Hi --
For every tutorial that uses scaffolding, there's an article that says
you shouldn't use it in real websites. Supposedly it just serves to
"sketch things out quickly", "test database connectivity" and other
stuff. Some say you're not even supposed to use it and then edit it
later. I don't get why.
What is it about scaffolding that makes it virtually useless? It
generates some code; surely I could just expand on it or "fix" what's
wrong with it later, right? Apparently not. How is it different from me
making my own CRUD base files and copypasting it into every project?
I just don't get it.
Here are a few problems I've seen, and continue to see, with the
scaffolding.
It leads people to think that Rails is going to be dead easy, and then
they get frustrated or disappointed when it turns out that developing
a Rails app is real development and real programming.

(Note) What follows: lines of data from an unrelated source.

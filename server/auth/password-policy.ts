/**
 * What a password a person chooses must be (NIST SP 800-63B §5.1.1.2, "Memorized Secret
 * Verifiers"): at least PASSWORD_MIN characters (NIST asks for at least 8; 12 is the project's
 * choice, common practice), at most PASSWORD_MAX (NIST: allow at least 64), any characters, no
 * composition rules; refused when it is a commonly used or expected value: one of the most common
 * passwords, the service's own name, the account's e-mail (or its local part), one character
 * repeated, or a plain run like "123456789012". The common list is short and from memory of the
 * published breach top-lists (common practice), not a full breach corpus.
 */
import type { ValidationIssue } from '../../shared/api/errors';
import { AppError } from '../errors';

export const PASSWORD_MIN = 12;
export const PASSWORD_MAX = 1024;

/** Lower-case; each is at least PASSWORD_MIN long (shorter ones fail the length rule anyway). */
export const COMMON_PASSWORDS: ReadonlySet<string> = new Set([
  '123456789012',
  '1234567890123',
  '12345678901234',
  '123123123123',
  '111111111111',
  '000000000000',
  '987654321098',
  'password1234',
  'password12345',
  'password123456',
  'passwordpassword',
  'password1234!',
  'qwertyuiop12',
  'qwertyuiopasdfgh',
  'qwerty123456',
  'qwertyqwerty',
  '1q2w3e4r5t6y',
  '1qaz2wsx3edc',
  'iloveyou1234',
  'letmein12345',
  'welcome12345',
  'abc123abc123',
  'abcdefghijkl',
  'administrator',
  'changeme1234',
  'trustno1trustno1',
  'football1234',
  'monkey123456',
  'sunshine1234',
  'trueround-demo',
  'trueround123',
  'trueround1234',
]);

/** True for a run of consecutive characters either way, e.g. "abcdefghijkl", "210987654321". */
function isSequence(p: string): boolean {
  if (p.length < 3) return false;
  const step = p.charCodeAt(1) - p.charCodeAt(0);
  if (Math.abs(step) !== 1) return false;
  for (let i = 2; i < p.length; i++) if (p.charCodeAt(i) - p.charCodeAt(i - 1) !== step) return false;
  return true;
}

/** Why `password` is refused for the account `email`, or null when it is acceptable. */
export function passwordProblem(password: string, email: string): string | null {
  const chars = [...password].length; // code points, as NIST counts characters
  if (chars < PASSWORD_MIN) return `Must be at least ${PASSWORD_MIN} characters (got ${chars})`;
  if (chars > PASSWORD_MAX) return `Must be at most ${PASSWORD_MAX} characters (got ${chars})`;
  const p = password.normalize('NFKC').trim().toLowerCase();
  const e = email.trim().toLowerCase();
  const local = e.split('@')[0];
  if (p === e || p === local || p.includes(e)) return 'Must not be your e-mail address';
  if (COMMON_PASSWORDS.has(p)) return 'Is one of the most commonly used passwords; choose another';
  if (p.startsWith('trueround')) return 'Must not be built on the name of the service';
  if (new Set(p).size === 1 || isSequence(p)) return 'Must not be one character repeated or a plain run like 123456789012';
  return null;
}

/** Throws a 400 `validation` naming `field` when the password is refused. */
export function assertPasswordAllowed(password: string, email: string, field = 'newPassword'): void {
  const problem = passwordProblem(password, email);
  if (!problem) return;
  const details: ValidationIssue[] = [{ path: field, message: problem }];
  throw new AppError(400, 'validation', `Invalid request body: ${field}: ${problem}`, details);
}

Although it pertains usually to the beginning stages of an
application, it does not play well with the beginning stages of
learning Rails. It presents way, way too much code to be useful to
beginners. The controller files can be a useful "cheat-sheet" for REST
idioms, but only once the basic techniques and principles are
understood.
As you point out, the scaffolding makes you tweak things and remove
wrong things, instead of developing what you actually need. It turns
development into sculpture (remove everything that isn't your
application!), and introduces anxieties about whether you're doing
something wrong because you're changing something fundamental about
the scaffold code, etc.
It presents a very rigid and specific context for the idea of a
"resource" (in the REST sense), which then impedes people from gaining
a broader understanding of what a resource can be. For more on this
problem, see:
http://dablog.rubypal.com/2008/3/23/splitting-hairs-over-resource
http://dablog.rubypal.com/2008/4/24/splitting-hairs-over-resource-part-2
I agree with the point that others have made that if you know exactly
what the scaffolding provides, and you've got a situation where that's
exactly what you need, there's no harm in using it. If those
particular boilerplate files happen to coincide with what you want,
that's great. Otherwise, I'd avoid it. There's no reason to give it
first refusal of your development space, just because it's there.